Help! What’s a great news problem to solve?

Rich Gordon’s got programmers but no project:

Between now and when the [next Medill innovation project] starts (Sept. 23), we have to decide what the focus of the project will be. In my experience with previous projects, the key is to come up with an interesting challenge or question for the students to explore.

Right now there are two competing ideas, neither of them yet specific enough to organize the class around:

  • Civic engagement through online conversations
  • Mobile content and services

This project will be my primary focus for the next three months. We’ve got a great team, but we’re still hunting for a killer idea. What’s a great news problem to solve?

As for the platform, I’m leaning towards Android. (Admittedly, I’m putting the cart waaay in front of the horse here. The platform should always follow the idea, buuut…) The new gear from Google’s phone project is coming soon, and I agree with John Biggs at TechCrunch:

An open, powerful platform backed by a major, web-focused corporation is better than a useless accretion of outdated functions owned by a Borg-like conglomerate [Microsoft] or an OS created by a gnomic, arbitrarily pissy design company [Apple] in my book.

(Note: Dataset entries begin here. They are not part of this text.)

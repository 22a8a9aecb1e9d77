/* tree.h - what a document is made of, for the files of this room only. */
#ifndef BH_DOCUMENT_TREE_H
#define BH_DOCUMENT_TREE_H

#include <stdbool.h>
#include <stddef.h>

#include "beamhours/base/arena.h"
#include "beamhours/base/diag.h"
#include "beamhours/document/node.h"

struct bh_document {
    bh_arena *arena;
    const char *name, *bytes;
    size_t length; /* [bytes] */
    bh_node *root;
};

/* A text to be made nodes of, and where they go. */
typedef struct {
    bh_arena *arena;
    const char *name, *bytes; /* of the arena; bytes end with NUL */
    size_t length;            /* [bytes] */
    const char *path;         /* dotted path of the root; "" for a whole document */
    int depth;                /* [1] how many lists and mappings stand around it */
    bool spans;               /* do the nodes keep their bytes? */
    bh_diags *diags;
} bh_tree_job;

/* What came of it. */
typedef struct {
    bh_node *root;   /* NULL when there was an error, which then is in the job's diags */
    size_t from, to; /* the bytes of the root */
} bh_tree;

/* Makes nodes of a text, which has one document in it. */
bh_tree bh_tree_build(const bh_tree_job *job);

/* A copy of `length` bytes with a NUL behind it, or NULL. */
char *bh_tree_copy(bh_arena *arena, const char *bytes, size_t length);

#endif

What do you think six budding new media journalists, two of whom code, should do for a quarter? Ryan and I could hack something pretty substantial in three months!

Any ideas?

4 thoughts on “Help! What’s a great news problem to solve?

  1. If you’re going Android, way better integration of phones with web sites – applications on both sides, open source, for posting content, updating, responding. Take a picture, crop it right there, and a less than 5 minute delay to have it perfectly formatted and published online, with text updates and a story to follow as quickly as it can be written on the spot and perhaps edited by someone somewhere else.

    But if everything is open I do have to pitch the same idea I pitch everywhere– horizontal communication that can scale to millions. Here’s an old grant app: http://pwgd.org/node/46

  2. My first thought is to find some local issue or cause and find out what they need to better tell their story… how this really turns out would depend on the issue and the people you are helping. I know this is vague, but I think you need to pound the pavement until you find something – or until something/someone finds you!

    Then I had this other idea that came to me while I was in the gym today (where most of my better ideas seem to happen). I was trying to think of a name for it… and I came up with things like personalized journalism, adaptive journalism, or even FLEXible journalism. 😉

    From those words, you might start thinking already at how sites suggest stories to you based on your browsing history or interests. Well, instead of that, why not let the story adapt to the person? Imagine a web page or application that has a main window for the story, a slider at the bottom, and a bunch of faces on the right. Let’s say the story is political related.

    Depending on the location of the bottom slider, the user is presented with varying amounts of information. Toward the left would be the main gist, short and sweet. Toward the right would be the complete story, presented in full glory, perhaps even with primary source information!

    So what about the faces on the right? I see them presented along the edge of a circle. If you select the middle of the circle, you get the story with no bias – presented as a good journalist learned in school. The other faces could be (just as an example) McCain, Obama, Palin, Biden, random teen, random professor, surfer dude etc… Depending who you select, you get that particular slant on the story. I was thinking you could expand on this by posing particular figures against each other to get interesting info and visuals comparing the two ‘spins’.

    Making this work would be a challenge. Do you make the journalist write the story N times for all the PoVs and varying amounts of detail? Or, do you write fancy software that takes the full story and does amazing natural language processing and correlation to auto-magically build the personalization effects?

    Haha, well, I’ve rambled on enough – just talking out loud here… Let me know if you actually decide to take something like this on!